WHAT THE TASK REQUIRES » Below are the records; restate word for word the lines from the first through the one containing "# x axis of", and only those.

PROVIDED ENTRIES »
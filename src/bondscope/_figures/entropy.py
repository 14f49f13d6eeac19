"""Entropy figure: S(l) per source with the central-charge fit and its residuals."""

import inspect
import math

import numpy as np

from .._errors import CheckpointError, one_line
from .._docs import filled
from .._options import ProfileOptions
from .._text import entropy_unit
from ._gather import collect, same_base
from ._names import visible
from ._style import (FAINT, RENYI_DASHES, curve_look, cut_label, marker_size, new_figure,
                     plus_minus, style, titled)

__all__ = ["entropy_figure", "fit_settings", "fit_entries", "fit_summary", "AXES"]

# x axis of the figure -> its label (chord: filled in per boundary)
AXES = {"cut": None, "fraction": "cut position l/N (fraction of the chain left of the cut)",
        "chord": "ln x,  x = {chord}  (chord length)"}
_CHORDS = {"open": "(2N/π) sin(πl/N)", "periodic": "(N/π) sin(πl/N)"}
_FIT_DASH = (0, (4, 2))
_SUBSCRIPTS = str.maketrans("0123456789", "₀₁₂₃₄₅₆₇₈₉")


def fit_settings(fit):
    """None for no fit, else the :func:`bondscope.fit_scaling` keywords asked for.

    Raises
    ------
    TypeError
        ``fit`` is not a bool or dict, or names a keyword fit_scaling does not take.
    """
    if fit is None or fit is False:
        return None
    if fit is True:
        return {}
    if not isinstance(fit, dict):
        raise TypeError(f"fit must be True, False or a dict of fit_scaling settings, found "
                        f"{type(fit).__name__}")
    from .._analyses.scaling import fit_scaling

    known = [p for p in inspect.signature(fit_scaling).parameters if p != "source"]
    unknown = [k for k in fit if k not in known]
    if unknown:
        raise TypeError(f"fit setting {unknown[0]!r} is not a keyword of fit_scaling; "
                        f"choose from {', '.join(known)}")
    return dict(fit)


def fit_summary(result):
    """What a fit says, for a legend or a table: c and its error (None where the analysis
    withholds c or its verdict is not logarithmic), the law, and a short text."""
    c, err = result.get("central_charge"), result.get("central_charge_error")
    law = result.get("law")
    if law not in (None, "logarithmic") or c is None or not math.isfinite(c):
        c = err = None
    if c is None:
        text = "law inconclusive" if law in (None, "inconclusive") else f"{law} law"
    else:
        text = f"c = {plus_minus(c, err)}" + (" (unphysical: c ≤ 0)" if c <= 0 else "")
    return {"central_charge": c, "central_charge_error": err, "law": law, "text": text}


@filled
def entropy_figure(sources, *, boundary=None, renyi=(), fit=True, against="cut", title=None,
                   options=None, **profiling):
    """S(l) against cut position, one curve per source, with the central-charge fit.

    Parameters
    ----------
    sources : source or list of sources
        Profiles, saved profiles, checkpoints or results directories.
    boundary : {"open", "periodic"}, optional
        Boundary condition of the chain, for the fit; by default each source's
        ``boundary`` (a checkpoint attribute or profile field), else "open".
    renyi : sequence of str or float
        Rényi orders to draw as well (dotted and dash-dotted), e.g. ``("2", "inf")``.
    fit : bool or dict
        Draw the central-charge fit (c and its error in the legend) and the
        residual panel beneath; a dict gives the fit's settings, keywords of
        :func:`bondscope.fit_scaling` (``window``, ``corrections``,
        ``parity_exponent``, ``boundary``).
    against : {"cut", "fraction", "chord"}
        x axis: the cut position l; the fraction l/N; or ln x with x the
        chord length of the fit, where the Calabrese-Cardy form is a straight
        line of slope c/6 (open) or c/3 (ring) up to its corrections (cuts
        l and N - l fall on the same x).
    title : str, optional
        Figure title ("" for none).
    options : ProfileOptions, optional
        How checkpoints are profiled.
    **profiling
        Fields of :class:`~bondscope.ProfileOptions` (layout, ``base``, ...),
        overriding ``options``.

    %(figure_returns)s
        Axes 0 holds the curves; with ``fit`` axes 1 holds the residuals
        S - S_fit over each source's fitted window (shaded when all sources
        share one window, else a bar per source in its colour).  The fits
        are in ``fig.bondscope_fits``: per source its ``label`` and the
        result of :func:`bondscope.fit_scaling` (``central_charge``,
        ``central_charge_error``, ``law``, ``window``, ``residuals`` in
        nats, ...), or ``error`` when that source could not be fitted.

    Notes
    -----
    The fit is the analysis one (Calabrese & Cardy, J. Stat. Mech. P06002
    (2004), with the corrections of open chains); the dashed curve is its
    full model, corrections included, on the cuts it was fitted to.  The
    legend shows c only for a logarithmic verdict; otherwise the law
    ("area", "volume" or "inconclusive").

    Raises
    ------
    ValueError
        A boundary other than "open" or "periodic", an unknown ``against``,
        or a fit setting no source can be fitted with.
    TypeError
        An unknown profiling option or fit setting.
    CheckpointError
        A Rényi order a saved profile does not hold.
    """
    if boundary not in (None, "open", "periodic"):
        raise ValueError(f"boundary must be 'open' or 'periodic', found {boundary!r}")
    if against not in AXES:
        raise ValueError(f"against must be one of {', '.join(AXES)}, found {against!r}")
    settings = fit_settings(fit)
    opts = ProfileOptions.from_kwargs(options, **profiling)
    orders = [str(a) for a in renyi]
    entries = collect(sources, options=opts.replace(renyi=orders) if orders else opts)
    for entry in entries:
        missing = [a for a in orders if _order_key(a, entry.profile) is None]
        if missing:
            raise CheckpointError(
                f"{visible(entry.origin or entry.label)}: no Rényi entropy of order "
                f"{', '.join(missing)} in this profile (present: "
                f"{', '.join(entry.profile.renyi_orders) or 'none'}); rerun `bondscope profile "
                f"CHECKPOINT --renyi {','.join(orders)} -o PROFILE`")
    kinds, fits = fit_entries(entries, settings, boundary)
    if fits is not None and all("error" in f for f in fits):
        raise ValueError(fits[0]["error"])
    scales, base = same_base(entries)
    with style():
        fig = new_figure(9.0, 5.0 if fits is not None else 4.0)
        if fits is not None:
            ax, res = fig.subplots(2, 1, sharex=True, height_ratios=(3, 1))
        else:
            ax, res = fig.subplots(), None
        spans = []
        for i, (entry, scale, kind) in enumerate(zip(entries, scales, kinds)):
            look = curve_look(i, len(entries))
            prof = entry.profile
            x = _abscissa(against, prof.positions, prof.sites, kind)
            s = prof.entropies * scale
            label = entry.text
            if fits is not None:
                text, fitted = _draw_fit(ax, res, fits[i], prof, x, s, base, look)
                label += ": " + text
                spans.append(fitted)
            ax.plot(x, s, lw=0.7, alpha=0.6, label=label, ms=marker_size(len(x)), zorder=2,
                    **look)
            for k, a in enumerate(orders):
                ax.plot(x, prof.renyi(_order_key(a, prof)) * scale, color=look["color"],
                        lw=0.9, ls=RENYI_DASHES[k % 2])
        for k, a in enumerate(orders):
            ax.plot([], [], color=FAINT, lw=0.9, ls=RENYI_DASHES[k % 2],
                    label=f"Rényi $S_{{{_order_text(a)}}}$")
        ax.set_ylabel(f"S(l) [{entropy_unit(base)}]")
        bottom = ax if res is None else res
        if fits is not None:
            _fit_keys(ax, res, fits, spans, base, against)
        _x_label(bottom, against, kinds)
        ax.legend(loc="upper left", bbox_to_anchor=(1.01, 1.0))
        fig.bondscope_fits = fits or []
        return titled(fig, ax, title, "Entanglement entropy across the chain")


def fit_entries(entries, settings, boundary=None):
    """The boundary and scaling fit of each entry.

    The boundary is the fit setting's, else ``boundary``, else the entry's
    own ``boundary`` metadata, else "open".  A fit is ``{"label", **result}``
    of :func:`bondscope.fit_scaling`, or ``{"label", "error"}`` (one line)
    when that entry cannot be fitted.

    Returns
    -------
    kinds : list of str
    fits : list of dict, or None when ``settings`` is None (no fit asked)
    """
    from .._analyses.scaling import fit_scaling

    given = (settings or {}).get("boundary") or boundary
    sources = ["given" if given else "profile field" if e.profile.get("boundary") else
               "checkpoint attribute" if e.meta.get("boundary") else "default" for e in entries]
    kinds = [given or e.meta.get("boundary") or "open" for e in entries]
    if settings is None:
        return kinds, None
    fits = []
    for entry, kind, source in zip(entries, kinds, sources):
        try:
            found = fit_scaling(entry.profile, **{**settings, "boundary": kind})
            found = found.to_dict() if hasattr(found, "to_dict") else dict(found)
            fits.append({"label": entry.label, **found, "boundary_source": source})
        except ValueError as exc:
            fits.append({"label": entry.label, "error": one_line(exc)})
    return kinds, fits


def _abscissa(against, positions, sites, boundary):
    if against == "cut":
        return positions
    if against == "fraction":
        return positions / sites
    from .._analyses.models import chord

    return np.log(chord(positions, sites, boundary))


def _draw_fit(ax, res, fit, prof, x, s, base, look):
    """Draw one source's fit (its full model, and the residuals); return its legend text
    and the x of the cuts fitted (None when it was not fitted)."""
    if "error" in fit:
        return "not fitted", None
    at = np.asarray(fit["positions"])
    index = np.searchsorted(prof.positions, at)
    resid = np.asarray(fit["residuals"]) / math.log(base)
    summary = fit_summary(fit)
    # above the data (zorder 4 over 2), in the curve's colour, darker than its faded line
    ax.plot(x[index], s[index] - resid, color=look["color"], lw=1.5, ls=_FIT_DASH, zorder=4)
    res.plot(x[index], resid, ls="none", ms=3.0, **look)
    return summary["text"], x[index]


def _fit_keys(ax, res, fits, spans, base, against):
    """Legend keys of the fit forms, the fitted cuts and the residual zero line."""
    for text in dict.fromkeys(_law_text(f, base) for f in fits if "error" not in f):
        ax.plot([], [], color=FAINT, lw=1.5, ls=_FIT_DASH, label=text)
    res.axhline(0.0, color=FAINT, lw=0.8)
    res.set_ylabel(f"S − fit [{entropy_unit(base)}]")
    fitted = [x for x in spans if x is not None]
    ranges = {(float(x.min()), float(x.max())) for x in fitted}
    if len(ranges) == 1:
        a, b = ranges.pop()
        pad = 0.5 if against == "cut" else 0.0
        for axes, key in ((ax, "cuts fitted"), (res, None)):
            axes.axvspan(a - pad, b + pad, color="#efefef", lw=0, zorder=0, label=key)
        return
    # one bar per source along the foot of the curves panel: its own fitted cuts
    keyed = False
    for i, x in enumerate(spans):
        if x is None:
            continue
        ax.plot([x.min(), x.max()], [0.012 + 0.015 * i] * 2, transform=ax.get_xaxis_transform(),
                color=curve_look(i, len(spans))["color"], lw=2.2, solid_capstyle="butt",
                zorder=1, label=None if keyed else "cuts fitted (a bar per source)")
        keyed = True


def _log_text(base):
    if abs(base - math.e) < 1e-12:
        return "ln"
    if float(base).is_integer():
        return "log" + str(int(base)).translate(_SUBSCRIPTS)
    return f"(1/ln {base:g}) ln"


def _law_text(fit, base):
    """The fitted form as the legend shows it: the fit's own corrections, in the
    entropy's own logarithm."""
    boundary = fit.get("boundary", "open")
    terms = [f"(c/{'6' if boundary == 'open' else '3'}) {_log_text(base)} x", "s₀"]
    corrections = fit.get("corrections") or ()
    if "parity" in corrections and fit.get("parity_form") == "su2":
        terms.append("b (−1)ˡ √(ln x)/√x")
    elif "parity" in corrections:
        k = fit.get("parity_exponent") or 1.0
        terms.append("b (−1)ˡ/x" + ("" if k == 1 else f"^{k:.3g}"))
    if "smooth" in corrections:
        terms.append("f/x")
    return (f"fit, {boundary} chain:\nS = " + " + ".join(terms) +
            f",\n   x = {_CHORDS.get(boundary, '?')}")


def _x_label(ax, against, kinds):
    if against == "cut":
        cut_label(ax)
    elif against == "fraction":
        ax.set_xlabel(AXES["fraction"])
    else:
        found = list(dict.fromkeys(kinds))
        chord = _CHORDS[found[0]] if len(found) == 1 else \
            f"{_CHORDS['open']} (open), {_CHORDS['periodic']} (ring)"
        ax.set_xlabel(AXES["chord"].format(chord=chord))


def _order_key(order, prof):
    """The profile's key for a Rényi order ("2" matches "2.0"), or None."""
    for key in prof.renyi_orders:
        if key == order or (_number(key) is not None and _number(key) == _number(order)):
            return key
    return None


def _number(text):
    try:
        return float(text)
    except ValueError:
        return None


def _order_text(order):
    return r"\infty" if str(order).lower() == "inf" else str(order)


# the figure this kind draws (bondscope._figures._kinds)
DRAW = entropy_figure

ANSWER TO THIS EXERCISE »
filename src/bondscope/_figures/entropy.py
repository 14f49f13d6eeac19
"""Entropy figure: S(l) per source with the central-charge fit and its residuals."""

import inspect
import math

import numpy as np

from .._errors import CheckpointError, one_line
from .._docs import filled
from .._options import ProfileOptions
from .._text import entropy_unit
from ._gather import collect, same_base
from ._names import visible
from ._style import (FAINT, RENYI_DASHES, curve_look, cut_label, marker_size, new_figure,
                     plus_minus, style, titled)

__all__ = ["entropy_figure", "fit_settings", "fit_entries", "fit_summary", "AXES"]

# x axis of the figure -> its label (chord: filled in per boundary)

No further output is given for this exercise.